I have a 6 disk QNAP NAS which backs up my PC's and images. Its a few years old now, but has 12 TB of drives in it. Since it runs Raid, it actually has about 9.2 TB usable. I'm down to less than 2 TB free, so its time to clean up.
The drives can be upgraded to larger disks (12 TB Max if one actually existed), but by the time I need them, I'll likely upgrade to a new model NAS maybe with SSD.


----------



## iKenndac (Feb 16, 2013)

My photography machine has an SSD and a hard drive inside it. For day-to-day use, my Lightroom Catalog lives on the SSD for fast load speeds, and the RAW files live on the 1TB hard drive.

All of this gets backed up to an external 3TB drive for redundancy. 

All of *that* gets backed up to an online provider. Being in the Land Of Fast Internet (Sweden), my upload speed makes this a breeze.
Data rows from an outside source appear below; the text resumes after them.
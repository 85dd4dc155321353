/**
 * A receiver vented through a line that chokes: flow magnitudes against independent values
 * (test/reference/choked_lines.py: isothermal flow with friction, Shapiro 1953, ch. 6, and Fanno
 * flow, Anderson, Modern Compressible Flow, ch. 3, both entered isentropically;
 * docs/references.md, "Compressible flow limits").
 */
import { readFileSync } from 'node:fs';
import { describe, expect, it } from 'vitest';
import { at, modelFromText, runChecked } from '../helpers.js';

const ref = JSON.parse(readFileSync('test/reference/choked-lines.json', 'utf8')) as {
  blowdown: { times: number[]; isothermal: number[]; fanno: number[] };
};

const netlist = (method: string): string => `
format: 1
ambient: { pressure: 101.325 kPa, temperature: 293.15 K }
chambers:
  receiver: { wall: rigid, volume: 1 L, start: { pressure: 600 kPa gauge } }
lines:
  hose: { from: receiver, to: ambient, diameter: 4 mm, length: 1 m }
simulate: { duration: 1.5 s, sample: 5 ms, tolerance: 1e-10, method: ${method} }
`;

describe('1 L receiver at 6 bar gauge vented through a 4 mm × 1 m hose (isothermal)', () => {
  for (const method of ['implicit', 'explicit']) {
    it(`${method}: pressure history within 1e-6 of the independent isothermal-friction solution, within 3 % of Fanno`, () => {
      const r = runChecked(modelFromText(netlist(method)));
      ref.blowdown.times.forEach((t, k) => {
        const p = at(r, 'receiver.pressure', t);
        expect(Math.abs(p / ref.blowdown.isothermal[k] - 1)).toBeLessThan(1e-6);
        expect(Math.abs(p / ref.blowdown.fanno[k] - 1)).toBeLessThan(0.03);
      });
      expect(r.lines.hose.choked).toBe(true);
      expect(Math.abs(r.lines.hose.peak_mach - 1 / Math.sqrt(1.4))).toBeLessThan(1e-9);
      // the peak flow is the choked flow at the start: 10.93 g/s (Fanno 11.26 g/s; the ideal nozzle 20.80 g/s)
      expect(Math.abs(r.lines.hose.peak_flow / 10.926344e-3 - 1)).toBeLessThan(1e-5);
      // the line stops choking once the receiver has fallen far enough: one event, in time
      const stops = r.events.filter((e) => e.what === 'line hose stops choking');
      expect(stops.length).toBe(1);
      expect(r.events.filter((e) => e.what === 'line hose starts choking').length).toBe(1);
      expect(stops[0].t).toBeGreaterThan(0.4);
      expect(stops[0].t).toBeLessThan(1.5);
    });
  }
});

/** A rigid cell vented through one line into a reservoir at 0.1 kPa abs. */
const toVacuum = (V: string, p0: string, line: string, duration: string): ReturnType<typeof runChecked> => runChecked(modelFromText(`
format: 1
ambient: { pressure: 101.325 kPa, temperature: 293.15 K }
chambers:
  cell: { wall: rigid, volume: ${V}, start: { pressure: ${p0} } }
reservoirs:
  vacuum: { pressure: 0.1 kPa abs }
lines:
  ${line}
simulate: { duration: ${duration}, sample: 5 ms, tolerance: 1e-10, method: implicit }
`));

describe('a capillary whose laminar law would pass more than a nozzle: the ideal nozzle of its bore bounds it (Anderson, Modern Compressible Flow, ch. 5)', () => {
  it('0.02 mm × 0.1 mm from 400 kPa abs into near vacuum: p = p0·exp(−t/τ), τ = V/(A ψ √(γ R T)) (Cd = 1)', () => {
    // the laminar law (acceleration neglected, choking at the exit kept) passes more than the
    // nozzle down to about 110 kPa abs, reached at t ≈ 21 s
    const r = toVacuum('1 mL', '400 kPa abs', 'pinhole: { from: cell, to: vacuum, diameter: 0.02 mm, length: 0.1 mm }', '18 s');
    const R = 8.314462618 / 0.0289647;
    const D = 0.02e-3;
    const A = (Math.PI / 4) * D * D;
    const psi = Math.pow(2 / 2.4, 2.4 / 0.8);
    const V = 1e-6 + (A * 0.1e-3) / 2;
    const tau = V / (A * psi * Math.sqrt(1.4 * R * 293.15));
    for (const t of [5, 15]) expect(Math.abs(at(r, 'cell.pressure', t) / (400e3 * Math.exp(-t / tau)) - 1)).toBeLessThan(1e-6);
    expect(r.lines.pinhole.choked).toBe(true);
    expect(r.lines.pinhole.peak_mach).toBe(1);
  });
});

describe('a laminar capillary into near vacuum chokes at its exit (isothermal flow, Shapiro 1953, ch. 6)', () => {
  it('0.1 mm × 3 mm from 1 atm: the time to each pressure matches the closed form of dm/dt = −A·G(p)', () => {
    // exit at M = 1/√γ: p² − G²RT = k G, k = 64 μ L R T/D², so G = 2p²/(k + √(k² + 4RT p²)), and
    // t(p) = V/(2 R T A)·[F(p0) − F(p)], F(p) = −k/p − √(k² + c p²)/p + √c·asinh(√c p/k), c = 4 R T
    const r = toVacuum('10 mL', '101.325 kPa abs', 'capillary: { from: cell, to: vacuum, diameter: 0.1 mm, length: 3 mm }', '20 s');
    const R = 8.314462618 / 0.0289647;
    const T = 293.15;
    const D = 0.1e-3;
    const L = 3e-3;
    const A = (Math.PI / 4) * D * D;
    const mu = 1.716e-5 * Math.pow(T / 273.15, 1.5) * (273.15 + 110.4) / (T + 110.4);
    const k = (64 * mu * L * R * T) / (D * D);
    const c = 4 * R * T;
    const V = 10e-6 + (A * L) / 2;
    const F = (p: number): number => -k / p - Math.sqrt(k * k + c * p * p) / p + Math.sqrt(c) * Math.asinh((Math.sqrt(c) * p) / k);
    const tOf = (p: number): number => (V / (2 * R * T * A)) * (F(101325) - F(p));
    for (const p of [80e3, 50e3, 30e3]) {
      const t = tOf(p);
      expect(t).toBeLessThan(20);
      expect(Math.abs(at(r, 'cell.pressure', t) / p - 1)).toBeLessThan(1e-6);
    }
    expect(r.lines.capillary.regime).toBe('laminar');
    expect(r.lines.capillary.choked).toBe(true);
    expect(Math.abs(r.lines.capillary.peak_mach - 1 / Math.sqrt(1.4))).toBeLessThan(1e-9);
  });
});
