/**
 * A receiver vented through a line that chokes: flow magnitudes against independent values
 * (test/reference/choked_lines.py: isothermal flow with friction, Shapiro 1953, ch. 6, and Fanno
 * flow, Anderson, Modern Compressible Flow, ch. 3, both entered isentropically;
 * docs/references.md, "Compressible flow limits").
 */
import { readFileSync } from 'node:fs';
import { describe, expect, it } from 'vitest';
import { at, modelFromText, runChecked } from '../helpers.js';

const ref = JSON.parse(readFileSync('test/reference/choked-lines.json', 'utf8')) as {
  blowdown: { times: number[]; isothermal: number[]; fanno: number[] };
};

const netlist = (method: string): string => `
format: 1
ambient: { pressure: 101.325 kPa, temperature: 293.15 K }
chambers:
  receiver: { wall: rigid, volume: 1 L, start: { pressure: 600 kPa gauge } }
lines:
  hose: { from: receiver, to: ambient, diameter: 4 mm, length: 1 m }
simulate: { duration: 1.5 s, sample: 5 ms, tolerance: 1e-10, method: ${method} }
`;

describe('1 L receiver at 6 bar gauge vented through a 4 mm × 1 m hose (isothermal)', () => {
  for (const method of ['implicit', 'explicit']) {
    it(`${method}: pressure history within 1e-6 of the independent isothermal-friction solution, within 3 % of Fanno`, () => {
      const r = runChecked(modelFromText(netlist(method)));
      ref.blowdown.times.forEach((t, k) => {
        const p = at(r, 'receiver.pressure', t);
        expect(Math.abs(p / ref.blowdown.isothermal[k] - 1)).toBeLessThan(1e-6);
        expect(Math.abs(p / ref.blowdown.fanno[k] - 1)).toBeLessThan(0.03);
      });
      expect(r.lines.hose.choked).toBe(true);
      expect(Math.abs(r.lines.hose.peak_mach - 1 / Math.sqrt(1.4))).toBeLessThan(1e-9);
      // the peak flow is the choked flow at the start: 10.93 g/s (Fanno 11.26 g/s; the ideal nozzle 20.80 g/s)
      expect(Math.abs(r.lines.hose.peak_flow / 10.926344e-3 - 1)).toBeLessThan(1e-5);
      // the line stops choking once the receiver has fallen far enough: one event, in time
      const stops = r.events.filter((e) => e.what === 'line hose stops choking');
      expect(stops.length).toBe(1);
      expect(r.events.filter((e) => e.what === 'line hose starts choking').length).toBe(1);
      expect(stops[0].t).toBeGreaterThan(0.4);
      expect(stops[0].t).toBeLessThan(1.5);
    });
  }
});

describe('a capillary whose laminar law would pass more than a nozzle: the ideal nozzle of its bore bounds it (Anderson, Modern Compressible Flow, ch. 5)', () => {
  it('0.02 mm × 0.1 mm from 400 kPa abs into near vacuum: p = p0·exp(−t/τ), τ = V/(A ψ √(γ R T)) (Cd = 1)', () => {
    // the laminar law (acceleration neglected, choking at the exit kept) passes more than the
    // nozzle down to about 110 kPa abs, reached at t ≈ 21 s
    const r = runChecked(modelFromText(`
format: 1
ambient: { pressure: 101.325 kPa, temperature: 293.15 K }
chambers:
  cell: { wall: rigid, volume: 1 mL, start: { pressure: 400 kPa abs } }
reservoirs:
  vacuum: { pressure: 0.1 kPa abs }
lines:
  pinhole: { from: cell, to: vacuum, diameter: 0.02 mm, length: 0.1 mm }
simulate: { duration: 18 s, sample: 10 ms, tolerance: 1e-10, method: implicit }
`));
    const R = 8.314462618 / 0.0289647;
    const D = 0.02e-3;
    const A = (Math.PI / 4) * D * D;
    const psi = Math.pow(2 / 2.4, 2.4 / 0.8);
    const V = 1e-6 + (A * 0.1e-3) / 2;
    const tau = V / (A * psi * Math.sqrt(1.4 * R * 293.15));
    for (const t of [5, 15]) expect(Math.abs(at(r, 'cell.pressure', t) / (400e3 * Math.exp(-t / tau)) - 1)).toBeLessThan(1e-6);
    expect(r.lines.pinhole.choked).toBe(true);
    expect(r.lines.pinhole.peak_mach).toBe(1);
  });
});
I'm using a Mac application called Arq to back up to Amazon Glacier - the pricing is pretty great and Amazon's services are incredibly reliable. 
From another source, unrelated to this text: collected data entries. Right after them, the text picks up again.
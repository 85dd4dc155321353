/**
 * Regulator droop line (issue: "the steady downstream pressure under a flow q must follow the
 * droop line q ↔ set − band·(q/q_max)"). With its supply side choked, a proportional
 * regulator passes q = x·q_max at opening x = (set − p)/band, so at rest under a draw q the
 * downstream gauge pressure is p = set − band·q/q_max (the static characteristic of a
 * proportional pressure-reducing valve, common practice; physics/regulator.ts). q_max is the
 * ISO 6358-1 choked flow at full opening, C·ρ0·p_supply (ρ0 = 1.185 kg/m³, T = T0 = 293.15 K;
 * docs/references.md).
 */
import { describe, expect, it } from 'vitest';
import { modelFromText, runChecked } from '../helpers.js';
import { NetworkSystem } from '../../src/assemble/system.js';

const C = 1e-8;            // 1 L/(s·bar) in m³/(s·Pa)
const pa = 101325;
const pSupply = 800e3 + pa;
const qMax = C * 1.185 * pSupply;
const set = 300e3, band = 50e3;

function rig(leak: string, relieving = false): string {
  return `
format: 1
ambient: { pressure: 101.325 kPa, temperature: 293.15 K }
chambers:
  rx: { wall: rigid, volume: 1 L, start: { pressure: 0 kPa gauge } }
reservoirs:
  supply: { pressure: 800 kPa gauge }
valves:
  reg: { from: supply, to: rx, conductance: 1 L/(s*bar), critical-ratio: 0.5, regulates: { set: 300 kPa gauge, band: 50 kPa }${relieving ? ', relieving: true' : ''} }
  draw: { from: rx, to: ambient, orifice: ${leak}, discharge-coefficient: 0.8, initially: open }
simulate: { duration: 3 s, tolerance: 1e-10 }
`;
}

describe('regulator droop line (static characteristic of a proportional regulator)', () => {
  for (const leak of ['0.5 mm', '1 mm', '1.6 mm', '2.2 mm']) {
    it(`steady state under the draw of a ${leak} orifice lies on the droop line to 1e-6 of the band`, () => {
      const r = runChecked(modelFromText(rig(leak)));
      const q = r.trace.values[r.trace.channels.findIndex((c) => c.key === 'reg.flow')].at(-1)!;
      const p = r.chambers.rx.final.gauge;
      expect(q).toBeGreaterThan(0);
      expect(Math.abs(p - (set - (band * q) / qMax)) / band).toBeLessThan(1e-6);
    });
  }

  it('between a supply and a fixed downstream pressure, the choked flow is q_max·(set − p)/band', () => {
    const m = modelFromText(rig('1 mm').replace('rx: { wall: rigid, volume: 1 L, start: { pressure: 0 kPa gauge } }', 'rx: { wall: rigid, volume: 1 L, start: { pressure: 0 kPa gauge } }\n  other: { wall: rigid, volume: 1 L, start: { pressure: 0 kPa gauge } }').replace('draw: { from: rx', 'draw: { from: other'));
    const sys = new NetworkSystem(m);
    const y = sys.initialState();
    for (const pg of [240e3, 260e3, 275e3, 299e3, 310e3]) {
      y[sys.mIdx[0]] = ((pg + pa) * 1e-3) / (m.gas.R * 293.15);
      sys.evaluate(0, y);
      const q = sys.flows[0].mdot;
      const x = Math.min(1, Math.max(0, (set - pg) / band));
      expect(Math.abs(q - qMax * x)).toBeLessThan(1e-12 * qMax);
    }
  });

  it('a relieving regulator vents above its set pressure and shuts its supply side', () => {
    const r = runChecked(modelFromText(rig('0.5 mm', true).replace('start: { pressure: 0 kPa gauge }', 'start: { pressure: 400 kPa gauge }')));
    const vent = r.trace.values[r.trace.channels.findIndex((c) => c.key === 'reg.vent.flow')];
    const reg = r.trace.values[r.trace.channels.findIndex((c) => c.key === 'reg.flow')];
    expect(vent[0]).toBeGreaterThan(0);
    expect(reg[0]).toBe(0);
    // it comes back down to the regulated band
    expect(r.chambers.rx.final.gauge).toBeLessThan(set);
    expect(r.chambers.rx.final.gauge).toBeGreaterThan(set - band);
  });
});
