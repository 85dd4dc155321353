/**
 * Calibration and sizing against independent results:
 * - a bench recording made by an independent SciPy model (test/reference/blowdown.py: a rigid
 *   receiver blowing down through a sharp orifice, isentropic nozzle flow, Anderson, Modern
 *   Compressible Flow, 3rd ed., ch. 5, from memory) with Cd = 0.72 and 0.3 kPa of noise:
 *   calibration recovers Cd to 1 %;
 * - sizing against the closed form of an isothermal receiver blowing down through a choked
 *   orifice: dp/dt = −(Cd A √(γRT) ψ / V) p, ψ = (2/(γ+1))^((γ+1)/(2(γ−1))), so
 *   p(t) = p0 exp(−t/τ), τ = V/(Cd A √(γRT) ψ), and the area that reaches p1 at t1 is
 *   A = V ln(p0/p1)/(t1 Cd √(γRT) ψ) (choked throughout while p ≥ pa/r*, r* = 0.528).
 */
import { readFileSync } from 'node:fs';
import { describe, expect, test } from 'vitest';
import { calibrate, size } from '../../src/index.js';
import { modelFromText, runChecked } from '../helpers.js';

const R = 8.314462618 / 0.0289647;
const GAMMA = 1.4;
const T = 293.15;
const PSI = Math.pow(2 / (GAMMA + 1), (GAMMA + 1) / (2 * (GAMMA - 1)));

describe('calibration against an independent SciPy recording', () => {
  test('recovers the discharge coefficient of a receiver blow-down to 1 % (SciPy model, Cd = 0.72)', async () => {
    const source = readFileSync('test/reference/blowdown.yaml', 'utf8');
    const text = readFileSync('test/reference/blowdown.csv', 'utf8');
    runChecked(modelFromText(source.replace('discharge-coefficient: 0.6', 'discharge-coefficient: 0.72')));
    const r = await calibrate({ source, file: 'blowdown.yaml', free: ['valves.vent.discharge-coefficient=0.3..1'], data: [{ text, file: 'blowdown.csv' }], jobs: 1 });
    if (!r.ok) throw new Error(r.diagnostics.map((d) => d.message).join('\n'));
    const cd = r.value.parameters[0];
    expect(r.value.status).toBe('converged');
    expect(Math.abs(cd.value - 0.72) / 0.72).toBeLessThan(0.01);
    // the residuals are the recording's noise (sd 0.3 kPa): the model reproduces the SciPy trace
    expect(r.value.channels[0].rmse).toBeGreaterThan(0.2e3);
    expect(r.value.channels[0].rmse).toBeLessThan(0.4e3);
    expect(cd.low).toBeLessThan(0.72);
    expect(cd.high).toBeGreaterThan(0.72);
  });
});

const SIZING = `
format: 1
title: Receiver vent sizing
chambers:
  receiver:
    wall: rigid
    volume: 2 L
    start: { pressure: 800 kPa abs }
valves:
  vent:
    from: receiver
    to: ambient
    orifice: 1 mm
    discharge-coefficient: 0.8
    initially: open
simulate: { duration: 0.6 s, sample: 10 ms, tolerance: 1e-10 }
expect:
  - name: vented to 300 kPa abs at 0.5 s
    probe: receiver.pressure
    at: 0.5 s
    below: 300 kPa abs
`;

/** Orifice diameter of the closed form (V, p0, p1, t1 as in SIZING). */
function closedFormDiameter(cd: number): number {
  const A = (0.002 * Math.log(800 / 300)) / (0.5 * cd * Math.sqrt(GAMMA * R * T) * PSI);
  return Math.sqrt((4 * A) / Math.PI);
}

describe('sizing against the closed form of a choked isothermal blow-down', () => {
  test('the smallest orifice that vents to 300 kPa abs in 0.5 s has the closed-form area to 0.5 %', async () => {
    runChecked(modelFromText(SIZING));
    const r = await size({ source: SIZING, file: 'vent.yaml', free: ['valves.vent.orifice=0.5 mm..10 mm'], jobs: 1 });
    if (!r.ok) throw new Error(r.diagnostics.map((d) => d.message).join('\n'));
    expect(r.value.status).toBe('found');
    expect(r.value.binding).toBe('vented to 300 kPa abs at 0.5 s');
    const d = r.value.parameters[0].value;
    const area = (Math.PI * d * d) / 4;
    const want = (Math.PI * closedFormDiameter(0.8) ** 2) / 4;
    expect(Math.abs(area - want) / want).toBeLessThan(0.005);
  });

  test('with the discharge coefficient free too, the smallest orifice uses the largest coefficient (closed form at Cd = 0.9)', async () => {
    const r = await size({ source: SIZING, file: 'vent.yaml', free: ['valves.vent.orifice=0.5 mm..10 mm', 'valves.vent.discharge-coefficient=0.5..0.9'], minimise: 'valves.vent.orifice', jobs: 1 });
    if (!r.ok) throw new Error(r.diagnostics.map((d) => d.message).join('\n'));
    expect(r.value.status).toBe('found');
    expect(r.value.parameters[1].value).toBeCloseTo(0.9, 6);
    expect(Math.abs(r.value.parameters[0].value - closedFormDiameter(0.9)) / closedFormDiameter(0.9)).toBeLessThan(0.0025);
  });

  test('robust to Cd ± 10 % (corners): the orifice is sized for the worst corner, Cd = 0.72 (closed form)', async () => {
    const r = await size({ source: SIZING, file: 'vent.yaml', free: ['valves.vent.orifice=0.5 mm..10 mm'], robust: ['valves.vent.discharge-coefficient±10%'], jobs: 1 });
    if (!r.ok) throw new Error(r.diagnostics.map((d) => d.message).join('\n'));
    expect(r.value.robust).toMatchObject({ mode: 'corners', cases: 2, passed: 2 });
    expect(Math.abs(r.value.parameters[0].value - closedFormDiameter(0.72)) / closedFormDiameter(0.72)).toBeLessThan(0.0025);
  });
});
People seem to dislike online storage - "just because it's online doesn't mean it's any safer". That's true, but that's not the point. The point of data redundancy is to reduce the chance of all of your copies failing at once to an acceptable level. Having a local backup to an external drive saves me from a drive failing. Having an online backup as well saves me from all of my local drives failing at the same time (very unlikely) and my house catching fire (statistically, probably less unlikely). And, let's face it — if something so catastrophic happens that causes all of my drives *and* Amazon's services to fail beyond recovery, my data will probably be the least of my worries!


----------



## FTb-n (Feb 17, 2013)

First, thanks for the feedback. It's a tremendous help.
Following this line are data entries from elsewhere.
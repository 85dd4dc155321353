#!/usr/bin/env python3
"""Independent reference solutions for plenum's verification suite, computed with SciPy
(solve_ivp, Radau, rtol 1e-11) from the equations written out here, not from plenum's code.
Run `python3 test/reference/cases.py` to regenerate test/reference/*.json; the YAML netlists
beside this script describe the same networks.

Model (isothermal, ideal gas, laminar compressible Hagen-Poiseuille lines):
  state: gas mass m_i of each chamber (kg), incl. half of each attached line's volume (rigid)
  neo-Hookean sphere: p = pa + 2 mu t0/r0 (1/l - 1/l^7), V = 4/3 pi r0^3 l^3
  linear wall: V = V0 + C (p - pa);  rigid: V = V0
  line flow: mdot = pi D^4 (p1^2 - p2^2) / (256 mu_gas L R T)
Constants: R = 8.314462618 / 0.0289647, Sutherland mu(293.15 K) = 1.716e-5 ...
"""
import json, math, os
import numpy as np
from scipy.integrate import solve_ivp
from scipy.optimize import brentq

R = 8.314462618 / 0.0289647
T = 293.15
PA = 101325.0
MU = 1.716e-5 * (T / 273.15) ** 1.5 * (273.15 + 110.4) / (T + 110.4)
HERE = os.path.dirname(os.path.abspath(__file__))


def sphere(r0, t0, mu):
    V0 = 4 / 3 * math.pi * r0 ** 3
    c = 2 * mu * t0 / r0
    def p_of_V(V):
        l = (V / V0) ** (1 / 3)
        return PA + c * (1 / l - 1 / l ** 7)
    return {'V0': V0, 'p': p_of_V, 'lo': V0, 'hi': 50 * V0, 'stretch': lambda V: (V / V0) ** (1 / 3)}


def linear(V0, C):
    return {'V0': V0, 'p': lambda V: PA + (V - V0) / C, 'lo': V0 - C * PA + 1e-15, 'hi': V0 + C * 50 * PA}


def rigid(V0):
    return {'V0': V0, 'rigid': True}


def volume(w, m, Vd):
    if w.get('rigid'):
        return w['V0']
    f = lambda V: w['p'](V) * (V + Vd) - m * R * T
    return brentq(f, w['lo'], w['hi'], xtol=1e-18, rtol=1e-15)


def pressure(w, m, V, Vd):
    return m * R * T / (w['V0'] + Vd) if w.get('rigid') else w['p'](V)


def run(name, walls, starts, lines, duration, times):
    """walls: list of wall dicts; starts: list of ('stretch'|'pressure', value);
    lines: list of (i, j, D, L) with j = -1 for ambient."""
    n = len(walls)
    Vd = [0.0] * n
    for (i, j, D, L) in lines:
        half = math.pi * D * D * L / 8
        Vd[i] += half
        if j >= 0:
            Vd[j] += half
    m0 = []
    for w, (kind, val), vd in zip(walls, starts, Vd):
        if kind == 'stretch':
            V = w['V0'] * val ** 3
            p = w['p'](V)
        else:
            p = val
            V = w['V0'] if w.get('rigid') else brentq(lambda V: w['p'](V) - p, w['lo'], w['V0'] * 1.38 ** 3 if 'stretch' in w else w['hi'])
        m0.append(p * (V + vd) / (R * T))

    def state(m):
        Vs = [volume(w, mi, vd) for w, mi, vd in zip(walls, m, Vd)]
        ps = [pressure(w, mi, V, vd) for w, mi, V, vd in zip(walls, m, Vs, Vd)]
        return Vs, ps

    def rhs(t, m):
        _, ps = state(m)
        dm = np.zeros(n)
        for (i, j, D, L) in lines:
            pj = PA if j < 0 else ps[j]
            q = math.pi * D ** 4 * (ps[i] ** 2 - pj ** 2) / (256 * MU * L * R * T)
            dm[i] -= q
            if j >= 0:
                dm[j] += q
        return dm

    sol = solve_ivp(rhs, (0, duration), m0, method='Radau', rtol=1e-11, atol=1e-16, t_eval=times, dense_output=False)
    assert sol.status == 0, sol.message
    out = {'name': name, 'times': list(times), 'chambers': {}}
    for k in range(n):
        out['chambers'][f'c{k}'] = {'gauge': [], 'volume': [], 'mass': []}
    for col in range(len(times)):
        m = sol.y[:, col]
        Vs, ps = state(m)
        for k in range(n):
            c = out['chambers'][f'c{k}']
            c['gauge'].append(ps[k] - PA)
            c['volume'].append(Vs[k])
            c['mass'].append(m[k])
    with open(os.path.join(HERE, f'{name}.json'), 'w') as f:
        json.dump(out, f, indent=1)
    print(name, 'final gauges', [round(out['chambers'][f'c{k}']['gauge'][-1], 3) for k in range(n)])


if __name__ == '__main__':
    ts = list(np.linspace(0, 20, 81))
    # two latex cells, one below and one past the maximum, joined by a capillary
    run('two-spheres', [sphere(0.02, 0.001, 0.3e6), sphere(0.02, 0.001, 0.3e6)],
        [('stretch', 1.2), ('stretch', 1.6)], [(0, 1, 0.6e-3, 0.5)], 20, ts)
    # a rigid tank, a neo-Hookean pod and a linear air spring in a chain, venting to ambient
    ts = list(np.linspace(0, 30, 121))
    run('chain-mixed', [rigid(0.2e-3), sphere(0.015, 0.0015, 0.4e6), linear(0.1e-3, 0.05e-3 / 100e3)],
        [('pressure', PA + 150e3), ('stretch', 1.1), ('pressure', PA)],
        [(0, 1, 0.3e-3, 0.8), (1, 2, 0.4e-3, 0.3), (2, -1, 0.3e-3, 2.0)], 30, ts)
For those who burn BluRay, what brand media do you like? I'm using an ASUS external drive and recently went through a 25pk of Verbatim BD-R 25GB 6x discs. Of the 25, 8 were unusable, the drive simply rejected them.


----------



## Botts (Feb 17, 2013)

1st backup -> Daily Aperture Vault on external NAS
2nd backup -> Monthly vault on external HDDs kept at work. Brought home only to backup. (Currently using an OWC 4-bay enclosure)
3rd backup -> CrashPlan+ backup 1,500 miles away.

I'd consider blurays, but the cost is too high per GB right now for me.


----------



## JaxPhotographer (Feb 17, 2013)

I currently use RAID 1 (mirroring) on 2x2TB Drives in my primary computer just for image storage. I have SSD's for my OS and primary Apps and non-redundant HDD's for non-critical files.

I keep an active 3 TB External connected for nightly scripted backup of the RAID 1 files.

I keep another 3 TB External at work that I bring home once a month to backup and store as my off-site.

I replace all my drives every 2-3 years to reduce the risk of aging drive failures.

In the event I have any failure in either drive in the RAID 1 array, the other is still fully functional. I perform an immediate backup to the external, grab a spare 2TB spare, and swap the problem drive out and allow it to automatically rebuild the mirror image on the new drive.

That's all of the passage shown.